## TASK REQUIREMENTS:
Print the full listing exactly.

===============

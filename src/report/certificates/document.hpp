#pragma once
// A stored certificate (its JSON document) as a Document for the PDF renderer. The parts every
// certificate has (lab header, number and status, instrument, verdict, decision rule, signatures,
// caution, content hash) are built here; the sections in between come from the certificate's kind.
//
// Each procedure's sections live in report/<procedure domain>/certificate_sections.cpp and are chosen by a
// switch over the procedure registry (checks/procedure.hpp) in certificates/document.cpp. A certificate of a
// kind the registry does not know still renders: its check results are listed as key-value pairs.
#include <nlohmann/json.hpp>
#include <string>

#include "report/document/document.hpp"

namespace plumb::report {

Document certificate_document(const nlohmann::json& certificate, const std::string& content_sha256);

// Section builders of the kinds plumb issues, and helpers they share.
void balance_check_sections(const nlohmann::json& certificate, Document& doc);
void balance_calibration_sections(const nlohmann::json& certificate, Document& doc);
void pipette_check_sections(const nlohmann::json& certificate, Document& doc);
/// The recent history chart stored with a certificate ("history"), if any.
void history_chart_section(const nlohmann::json& certificate, Document& doc);
/// A JSON value as certificate text: strings as they are, numbers with up to `significant` digits, "-" for null.
std::string cell(const nlohmann::json& j, const char* key, int significant = 6);

}  // namespace plumb::report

===============

## WRITTEN RESPONSE:
filename src/report/certificates/document.hpp
#pragma once
// A stored certificate (its JSON document) as a Document for the PDF renderer. The parts every
// certificate has (lab header, number and status, instrument, verdict, decision rule, signatures,
// caution, content hash) are built here; the sections in between come from the certificate's kind.
//
// Each procedure's sections live in report/<procedure domain>/certificate_sections.cpp and are chosen by a
// switch over the procedure registry (checks/procedure.hpp) in certificates/document.cpp. A certificate of a
// kind the registry does not know still renders: its check results are listed as key-value pairs.
#include <nlohmann/json.hpp>
#include <string>

#include "report/document/document.hpp"

namespace plumb::report {

Document certificate_document(const nlohmann::json& certificate, const std::string& content_sha256);

// Section builders of the kinds plumb issues, and helpers they share.
void balance_check_sections(const nlohmann::json& certificate, Document& doc);
void balance_calibration_sections(const nlohmann::json& certificate, Document& doc);
void pipette_check_sections(const nlohmann::json& certificate, Document& doc);
/// The recent history chart stored with a certificate ("history"), if any.
void history_chart_section(const nlohmann::json& certificate, Document& doc);
/// A JSON value as certificate text: strings as they are, numbers with up to `significant` digits, "-" for null.
std::string cell(const nlohmann::json& j, const char* key, int significant = 6);

}  // namespace plumb::report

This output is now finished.